Interest, break-even, depreciation, margins, growth (CAGR), yield, index numbers, real-terms.
Compute the margin for each period (profit ÷ revenue), then the percentage change between the margins — not the percentage-point gap.
A firm's revenue and costs were £800m and £600m in 2023, and £900m and £630m in 2024. By what percentage did its profit margin change?
Answer: 20.0%
Margins: 200/800 = 25% and 270/900 = 30%. Change = (30−25)/25 = 20%. The 5.0% foil gives the percentage-POINT gap; 35% the change in profit; 12.5% the revenue change.
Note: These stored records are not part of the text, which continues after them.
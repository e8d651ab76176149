"""What a fit says about what its data can support: warnings kept as records in the result file.

* ``harmonics-chi2``: the stage-2 reduced chi^2 far from one;
* ``utc-before-1960`` (and the other time-span codes, tests/ground/test_time_span.py);
* ``simulated-noise-free``: a simulated record without noise;
* the command prints each warning once.
"""

from __future__ import annotations

import copy
import math
import shutil

import numpy as np
import pytest

from fringe.errors import SimulationWarning, SystematicsWarning, TimeScaleWarning
from fringe.experiment.scenario import scenario_from_dict
from fringe.fit.run import fit_run, record_cautions, setup_from_run
from fringe.fit.settings import FitSettings
from fringe.fit.stages import harmonics_chi2_warning
from fringe.io.fit_result import FitResult
from fringe.io.runwriter import RunWriter
from fringe.simulation.campaign import simulate
from tests.helpers.commands import run_command
from tests.helpers.runs import BASE

FREE = ("ke_XY", "ke_XXmYY")


def _write_record(path, *, epoch="2027-02-03T00:00:00Z", random_turns=0.0, seed=4):
    """12 h at 1 Hz, 45 s turns, white noise 0.5 Hz; ``random_turns``: a 2 theta term of
    random amplitude and phase per turn (Hz), which the C10 harmonics cannot describe.
    """
    rng = np.random.default_rng(seed)
    t = np.arange(43200.0)
    theta = 2 * np.pi * t / 45.0
    turn = (t // 45).astype(int)
    amp = rng.normal(0.0, 1.0, turn[-1] + 1)[turn]
    phase = rng.uniform(0.0, 2 * np.pi, turn[-1] + 1)[turn]
    y = random_turns * amp * np.cos(2 * theta + phase) + rng.normal(0.0, 0.5, t.size)
    apparatus = {k: v for k, v in BASE["apparatus"].items() if k != "units"}
    with RunWriter(path, site=BASE["site"], apparatus=apparatus, epoch_utc=epoch,
                   signal_units="Hz") as w:
        w.append(t, np.pi - theta, y)
    return str(path)


@pytest.mark.parametrize("red, n_turns, expected", [
    (435.0, 25808, True),       # the size of the case that passed silently before
    (0.3, 1000, True),
    (1.05, 25808, False),       # near one
    (2.5, 12, False),           # dof 14: sqrt(2/14) = 0.38, 1.5 < 5 x 0.38
    (2.5, 1000, True),
    (float("nan"), 100, False),
])
def test_harmonics_chi2_rule(red, n_turns, expected):
    # dof = 2 n - 10; white-noise spread of a reduced chi2 = sqrt(2 / dof) (derived)
    w = harmonics_chi2_warning(red, n_turns, "reduced-chi2")
    assert (w is not None) is expected
    if w is not None:
        assert w.code == "harmonics-chi2" and w.coefficients == ()
        assert w.values["dof"] == 2 * n_turns - 10


def test_fit_keeps_a_far_harmonics_chi2_in_the_result(tmp_path):
    path = _write_record(tmp_path / "r.h5", random_turns=1.0)
    with pytest.warns(SystematicsWarning, match="harmonic fit: reduced chi2"):
        res, cols = fit_run(path, FitSettings(free=FREE))
    cols.close()
    (w,) = [w for w in res.warnings if w.code == "harmonics-chi2"]
    assert w.values["chi2_reduced"] == pytest.approx(res.harmonics.chi2_reduced, rel=1e-12)
    assert w.values["chi2_reduced"] > 2.0
    back = FitResult.from_dict(res.to_dict())
    assert [x.code for x in back.warnings] == [x.code for x in res.warnings]


def test_plain_record_has_no_harmonics_chi2_warning(tmp_path):
    path = _write_record(tmp_path / "r.h5")
    res, cols = fit_run(path, FitSettings(free=FREE))
    cols.close()
    assert "harmonics-chi2" not in [w.code for w in res.warnings]
    assert math.isclose(res.harmonics.chi2_reduced, 1.0, abs_tol=0.2)   # white data


def test_a_1950_record_is_fitted_with_a_kept_time_warning(tmp_path):
    # before: ERFA's 'dubious year' went to stderr and the result said no warnings
    path = _write_record(tmp_path / "old.h5", epoch="1950-06-01T00:00:00Z")
    with pytest.warns(TimeScaleWarning, match="before 1960"):
        res, cols = fit_run(path, FitSettings(free=FREE))
    cols.close()
    codes = [w.code for w in FitResult.from_dict(res.to_dict()).warnings]
    assert "utc-before-1960" in codes


def test_simulated_record_without_noise_is_flagged(tmp_path):
    doc = copy.deepcopy(BASE)
    del doc["noise"]
    doc["campaign"]["duration_days"] = 0.05
    sc = scenario_from_dict(doc, "quiet.toml")
    with pytest.warns(SimulationWarning, match=r"quiet.toml: the scenario has no \[noise\]"):
        simulate(sc, tmp_path / "q.h5", seed=1)
    setup, meta = setup_from_run(str(tmp_path / "q.h5"), "sme")
    codes = [w.code for w in record_cautions(str(tmp_path / "q.h5"), setup, meta)]
    assert codes == ["simulated-noise-free"]


def test_simulated_record_with_noise_is_not_flagged(tmp_path):
    doc = copy.deepcopy(BASE)
    doc["campaign"]["duration_days"] = 0.05
    simulate(scenario_from_dict(doc, "lab.toml"), tmp_path / "n.h5", seed=1)
    setup, meta = setup_from_run(str(tmp_path / "n.h5"), "sme")
    assert record_cautions(str(tmp_path / "n.h5"), setup, meta) == []


def test_the_command_prints_each_warning_once(tmp_path):
    # before: stderr had "warning: ..." and the summary "WARNING: ..." for the same warning
    _write_record(tmp_path / "r.h5", random_turns=1.0)
    shutil.copy(tmp_path / "r.h5", tmp_path / "s.h5")
    run = run_command(tmp_path, ["fit", "s.h5", "--out", "fit.json", "--free",
                                 ",".join(FREE)])
    assert run.exit_code == 0, run.stderr
    text = run.stdout + run.stderr
    assert text.count("harmonic fit: reduced chi2") == 1
    assert "warning:" not in run.stderr
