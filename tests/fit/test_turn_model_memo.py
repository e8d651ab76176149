"""The turn model's grid: nodes anchored on the epoch, kept per setup, hits exact."""

import json
import warnings
from importlib import import_module

import numpy as np
import pytest

from fringe.errors import SystematicsWarning
from fringe.experiment.memo import clear_setup_caches
from fringe.fit.run import fit_run
from fringe.fit.settings import FitSettings
from fringe.theories.sme import KE_NAMES
from tests.experiment.test_memo import VARIANTS, base_setup
from tests.fit.turn_model_reference import lagrange_derivative_weights

tm = import_module("fringe.fit.turn_model")   # the module (fringe.fit exports a function so named)

T = 86_400.0 + 45.0 * np.arange(400)             # turns of 45 s from the second day on
HALF = np.full(T.size, 22.5)


def direct(setup, t, half, names, params):
    """The frozen model on the grid of these turns, computed without the memo."""
    lo, m = tm.grid_nodes(t, half, tm.WITHIN_TURN_GRID_S)
    values = tm._frozen_model(setup, lo + tm.WITHIN_TURN_GRID_S * np.arange(m), names, params)
    return lo, np.concatenate(values, axis=0)


def test_grid_nodes_are_multiples_of_the_step_and_cover_the_turns():
    step = tm.WITHIN_TURN_GRID_S
    lo, m = tm.grid_nodes(T, HALF, step)
    block = tm.GRID_ROUNDING_STEPS * step
    assert lo % block == 0.0 and ((m - 1) * step) % block == 0.0
    assert lo <= T[0] - HALF[0] - 4 * step
    assert lo + (m - 1) * step >= T[-1] + HALF[-1] + 4 * step
    # the first or last accepted turns change, the grid does not (within one rounding block)
    assert tm.grid_nodes(T[2:-3], HALF[2:-3], step) == (lo, m)


def test_a_hit_is_the_uncached_grid_exactly_and_read_only():
    clear_setup_caches()
    setup = base_setup()
    lo, want = direct(setup, T, HALF, KE_NAMES, None)
    first = tm._model_grid(setup, T, HALF, KE_NAMES, None)
    second = tm._model_grid(base_setup(), T[1:], HALF[1:], KE_NAMES, None)
    assert tm.GRID_MEMO.stats()["hits"] == 1
    for grid in (first, second):
        assert grid.start_s == lo and np.array_equal(grid.stacked, want)
        assert np.array_equal(np.concatenate(grid.values), want)
        assert not grid.stacked.flags.writeable
    with pytest.raises(ValueError):
        second.values[1][0, 0] = 1.0


@pytest.mark.parametrize("what", sorted(VARIANTS))
def test_no_hit_for_another_setup(what):
    clear_setup_caches()
    tm._model_grid(base_setup(), T, HALF, None, None)
    other = base_setup(**VARIANTS[what])
    got = tm._model_grid(other, T, HALF, None, None)
    assert tm.GRID_MEMO.stats()["hits"] == 0
    assert np.array_equal(got.stacked, direct(other, T, HALF, None, None)[1])


@pytest.mark.parametrize("names, params, t", [
    (KE_NAMES[:2], None, T), (None, {"ke_ZZ": 1e-17}, T), (None, {"ke_ZZ": 2e-17}, T),
    (None, {"ke_XY": 1e-17}, T), (None, None, T + 2400.0), (None, None, T[:200])])
def test_no_hit_for_other_names_params_or_grid(names, params, t):
    clear_setup_caches()
    setup = base_setup()
    if params != {"ke_ZZ": 1e-17}:
        tm._model_grid(setup, T, HALF, None, {"ke_ZZ": 1e-17})
    if (names, params, t.size) != (None, None, T.size):
        tm._model_grid(setup, T, HALF, None, None)
    before = tm.GRID_MEMO.stats()["hits"]
    got = tm._model_grid(setup, t, HALF[:t.size], names, params)
    assert tm.GRID_MEMO.stats()["hits"] == before
    assert np.array_equal(got.stacked, direct(setup, t, HALF[:t.size], names, params)[1])


def test_no_hit_through_a_changed_grid_constant(monkeypatch):
    clear_setup_caches()
    setup = base_setup()
    tm._model_grid(setup, T, HALF, None, None)
    monkeypatch.setattr(tm, "N_ANGLES", 16)
    got = tm._model_grid(setup, T, HALF, None, None)
    assert tm.GRID_MEMO.stats()["hits"] == 0
    assert np.array_equal(got.stacked, direct(setup, T, HALF, None, None)[1])


def test_a_long_grid_is_not_kept():
    clear_setup_caches()
    t = 45.0 * np.arange(int(40 * 86_400 / 45.0))      # 40 days: 11 550 instants x 9 x 3 x 8 B
    tm._model_grid(base_setup(), t, np.full(t.size, 22.5), None, None)
    assert tm.GRID_MEMO.stats()["entries"] == 0


def test_warm_fit_equals_cold_fit(small_run, tmp_path):
    """A fit of the same record after a first one (the caches hit) gives the same result."""
    out = []
    for cold in (True, False):
        if cold:
            clear_setup_caches()
        with warnings.catch_warnings():
            warnings.simplefilter("ignore", SystematicsWarning)     # the small run's B0
            result, columns = fit_run(str(small_run), FitSettings(),
                                      scratch_dir=str(tmp_path))
        with columns:
            cols = {k: np.asarray(v).copy() for k, v in columns.to_dict().items()}
        d = result.to_dict()
        for part in ("created_utc", "software"):
            d.pop(part, None)
        out.append((json.dumps(d, sort_keys=True), cols))
    assert tm.GRID_MEMO.stats()["hits"] >= 1
    assert out[0][0] == out[1][0]
    for name, value in out[0][1].items():
        assert np.array_equal(value, out[1][1][name], equal_nan=value.dtype.kind == "f"), name


@pytest.mark.parametrize("order", [0, 1, 2, 3])
def test_stencil_derivative_weights_differentiate_quintics_exactly(order):
    """The kept derivative matrices: weights of the six grid values give the j-th derivative
    of any polynomial of degree <= 5 through them (derived: Lagrange interpolation is exact
    for such polynomials)."""
    rng = np.random.default_rng(order)
    step = 300.0
    s = rng.uniform(0.0, 1.0, 50)
    coef = rng.normal(size=6)                          # p(x) = sum c_e (x / step)^e, x in s
    nodes = tm.STENCIL * step
    values = np.polynomial.polynomial.polyval(nodes / step, coef)
    for _ in range(2):                                 # the second call from the kept matrices
        w = lagrange_derivative_weights(s, step, order)[order]
        dc = np.polynomial.polynomial.polyder(coef, order) / step ** order
        want = np.polynomial.polynomial.polyval(s, dc)
        assert np.allclose(w @ values, want, rtol=1e-9, atol=1e-9 * np.abs(want).max())


def test_a_grid_whose_frames_warned_is_not_kept_and_warns_every_time():
    from fringe.errors import TimeScaleWarning
    from fringe.frames import Epoch

    clear_setup_caches()
    setup = base_setup(epoch=Epoch("2150-01-01T00:00:00Z"))   # beyond epv00's 1900-2100
    for _ in range(2):
        with pytest.warns(TimeScaleWarning):
            tm._model_grid(setup, T, HALF, None, None)
    assert tm.GRID_MEMO.stats()["entries"] == 0


def test_a_fit_without_the_input_hash_gives_the_same_numbers(small_run, tmp_path):
    """hash_input=False (a study's campaigns) leaves input.sha256 empty and nothing else changes."""
    import hashlib

    from fringe.study.campaign import fit_record

    out = {}
    for hashed in (True, False):
        with warnings.catch_warnings():
            warnings.simplefilter("ignore", SystematicsWarning)     # the small run's B0
            result, columns = fit_run(str(small_run), FitSettings(), hash_input=hashed,
                                      scratch_dir=str(tmp_path))
        columns.close()
        out[hashed] = result.to_dict()
        for part in ("created_utc", "software"):
            out[hashed].pop(part, None)
    assert out[True]["input"]["sha256"] == hashlib.sha256(small_run.read_bytes()).hexdigest()
    assert out[False]["input"]["sha256"] == ""
    out[False]["input"]["sha256"] = out[True]["input"]["sha256"]
    assert json.dumps(out[True], sort_keys=True) == json.dumps(out[False], sort_keys=True)
    with warnings.catch_warnings():
        warnings.simplefilter("ignore", SystematicsWarning)
        record = fit_record(str(small_run), FitSettings())
    assert record["value"] and record["value"] == {
        n: e["value"] for n, e in out[True]["coefficients"].items() if n in record["value"]}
Simple interest = principal × rate × years — the interest doesn't compound.
£2,000 is invested at 4% simple interest per year for 3 years. How much interest is earned?
Answer: £240
Simple interest = principal × rate × time = 2,000 × 0.04 × 3 = £240. The £249.73 foil compounds; £80 forgets the three years; £2,240 gives the total balance; £480 doubles the period.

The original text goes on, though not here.